Currently, Mexican CF and its remarkable biodiversity face threats caused by land-use change and continued population expansion into mountainous regions, coupled with the low representation of this ecosystem in the Mexican natural protected areas (Espejo-Serna, 2014; González-Espinosa et al., 2011; Jiménez-García & Peterson, 2019; Ponce-Reyes et al., 2012). Studies carried out with CF plants, using distribution modeling under climate change scenarios, show that, species tend to reduce their distribution areas (Alfonso-Corrado et al., 2017; Jiménez-García & Peterson, 2019; Manzanilla-Quijada et al., 2020; Monterroso-Rivas et al., 2013; Vásquez-Morales et al., 2014).
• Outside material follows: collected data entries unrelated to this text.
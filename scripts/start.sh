#!/usr/bin/env bash
# npm start: everything from a fresh clone to a served app on http://127.0.0.1:3000 (PORT to change).
# Installs missing Debian packages and npm packages, starts the private MariaDB, migrates, seeds the
# invented demo data, builds when sources changed, then serves. Ctrl-C (or SIGTERM to npm) stops the app,
# the fake mail server and (if this script started it) the database.
# One npm start per data folder (ISOPLETH_DATA_DIR); the ports it needs (PORT, DB_PORT, SMTP_PORT,
# SMTP_HTTP_PORT) are checked before anything starts, and "ready" is printed once the app answers.
set -euo pipefail
source "$(dirname "$0")/env.sh"
cd "$ROOT_DIR"
started=$SECONDS

# One npm start per data folder: a second one would start a second MariaDB on the same files.
# The lock is held on fd 9 for the life of this script; children that outlive a step do not get it.
mkdir -p "$DB_RUNDIR"
lockfile="$DB_RUNDIR/start.lock"
{ exec 9>>"$lockfile"; } 2>/dev/null || exec 9<"$lockfile"   # read-only folder: lock all the same
if ! flock -n 9; then
  die "another npm start (pid $(cat "$lockfile" 2>/dev/null || echo '?')) is already serving the data folder $DATA_DIR; stop it first (Ctrl-C there), or give this one its own ISOPLETH_DATA_DIR"
fi
{ echo $$ >"$lockfile"; } 2>/dev/null || true

source scripts/app-env.sh

db_running=0
bash scripts/db.sh status >/dev/null 2>&1 9>&- && db_running=1
ports=("PORT=$PORT@$HOST" "SMTP_PORT=$SMTP_PORT" "SMTP_HTTP_PORT=$SMTP_HTTP_PORT")
[ "$db_running" = 1 ] || ports+=("DB_PORT=$DB_PORT")
node scripts/check-ports.mjs 127.0.0.1 "${ports[@]}" 9>&- \
  || die "the ports above are taken; free them or choose others (PORT, DB_PORT, SMTP_PORT, SMTP_HTTP_PORT)"

pids=()
fg_pid=""
db_started_here=0
cleanup() {
  local status=$?
  trap - EXIT INT TERM
  [ "$status" -ge 128 ] && log "stopping"
  [ -n "$fg_pid" ] && pids+=("$fg_pid")
  for pid in "${pids[@]}"; do kill -TERM "$pid" 2>/dev/null || true; done
  # The app server finishes requests in flight first (up to SHUTDOWN_TIMEOUT_MS, 15 s by default).
  for _ in $(seq 1 $(( ${SHUTDOWN_TIMEOUT_MS:-15000} / 100 + 20 ))); do
    alive=0
    for pid in "${pids[@]}"; do kill -0 "$pid" 2>/dev/null && alive=1; done
    [ "$alive" = 0 ] && break
    sleep 0.1
  done
  for pid in "${pids[@]}"; do kill -KILL "$pid" 2>/dev/null || true; done
  if [ "$db_started_here" = 1 ]; then bash scripts/db.sh stop 9>&- || true; fi
  exit "$status"
}
trap cleanup EXIT
trap 'exit 130' INT
trap 'exit 143' TERM

# `npm start` runs this script through `sh -c`; a SIGTERM to npm is passed to that sh, which dies without
# passing it on. So this script watches its parent and stops everything when the parent is gone.
parent=$PPID
( while kill -0 "$parent" 2>/dev/null; do sleep 0.3; done; kill -TERM $$ 2>/dev/null ) 9>&- &
pids+=($!)

# Each set-up step runs in the background and is waited for, so that a signal stops it at once
# (bash runs a trap only after a foreground command ends) and cleanup can stop it.
step() {
  "$@" 9>&- &
  fg_pid=$!
  local status=0
  wait "$fg_pid" || status=$?
  fg_pid=""
  return "$status"
}

step bash scripts/system-deps.sh
step bash scripts/node-deps.sh

if [ "$db_running" = 0 ]; then
  db_started_here=1
  step bash scripts/db.sh start
fi
step bash scripts/db.sh ensure-db "$DB_NAME"

export NODE_ENV=production
export DATABASE_URL="${DATABASE_URL:-$(database_url "$DB_NAME")}"

step node_modules/.bin/tsx scripts/migrate.ts
step node_modules/.bin/tsx scripts/seed.ts

stamp=build/.source-stamp
if [ ! -f "$stamp" ] || [ -n "$(find app public package-lock.json vite.config.ts react-router.config.ts -newer "$stamp" -print -quit)" ]; then
  log "building the production bundle"
  step npm run -s build >/dev/null
  touch "$stamp"
fi

node_modules/.bin/tsx scripts/fake-smtp.ts "$SMTP_PORT" "$SMTP_HTTP_PORT" 9>&- &
pids+=($!)
node scripts/server.mjs build/server/index.js 9>&- &
pids+=($!)
step node scripts/wait-ready.mjs "http://$HOST:$PORT/api/health" 60 "${pids[@]}" \
  || die "Isopleth did not start (see the messages above)"
log "ready in $((SECONDS - started)) s: serving Isopleth on http://$HOST:$PORT"
wait -n "${pids[@]}"
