// Preloaded into the app server (`node --import ./scripts/peer-address.mjs …`).
// react-router-serve hands route code a Fetch Request, which has no socket, so the client's address would be
// unknown. This hook copies the TCP peer address into the request header `x-isopleth-peer` before the app sees
// the request, after deleting any copy a client sent, so the value cannot be forged.
import http from "node:http";

const HEADER = "x-isopleth-peer";
const emit = http.Server.prototype.emit;

http.Server.prototype.emit = function patchedEmit(event, req, ...rest) {
  if (event === "request" && req && req.headers) {
    const raw = req.rawHeaders;
    for (let i = raw.length - 2; i >= 0; i -= 2) {
      if (String(raw[i]).toLowerCase() === HEADER) raw.splice(i, 2);
    }
    const address = req.socket?.remoteAddress ?? "unknown";
    req.headers[HEADER] = address;
    raw.push(HEADER, address);
  }
  return emit.call(this, event, req, ...rest);
};

globalThis.__isoplethPeerAddressHook = true;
CF is a threatened type of vegetation, and therefore efforts are required for conservation and study. This study evaluated the distribution of 10 tree species characteristic of CF in the state of Oaxaca, including two climate change scenarios. For this purpose, species distribution models were used to predict the impact of climate change on current and future distribution.
Materials and Methods
Study area
Oaxaca has a land area of 93 758 km2. The state has the second largest area of CF with 2 273 km2 (Instituto Nacional de Estadística y Geografía [INEGI], 2016) distributed in the Sierra Norte (Sierra de Juárez), Cañada (Sierra Mazateca) and Istmo (Chimalapas area) regions on the Gulf slope, and in the Sierra Sur and Mixteca (Sierra Madre del Sur) regions on the Pacific slope (Figure 1). In Oaxaca, the CF is mainly located in areas with altitudes of 1 000 to 2 500 m (Torres-Colín, 2004), mean annual temperature between 16 and 20 °C, and mean annual precipitation of 2 000 to 4 500 mm. Semi-warm and humid temperate climates with frequent fog and summer rains predominate during May to October (Trejo-Vázquez, 2004).
Data collection
A total of ten species of tree genera characteristic of CF were selected (Table 1): Carpinus tropicalis (Donn. Sm.) Lundell, Juglans pyriformis Liebm., Liquidambar styraciflua L., Litsea glaucescens Kunth, Magnolia dealbata Zucc., Magnolia schiedeana Schltdl., Ostrya virginiana (Mill.) K. Koch, Symplocos coccinea Bonpl., Zinowiewia concinna Lundell and Taxus globosa Schltdl (Alcántara, Luna-Vega, & Velázquez, 2002; Rzedowski, 1996). All of these, except for L. styraciflua, are included in some risk category according to the Mexican Official Standard NOM-059 (Secretaría del Medio Ambiente y Recursos Naturales [SEMARNAT], 2010) and with threatened status according to the International Union for Conservation of Nature (IUCN) (González-Espinosa et al., 2011).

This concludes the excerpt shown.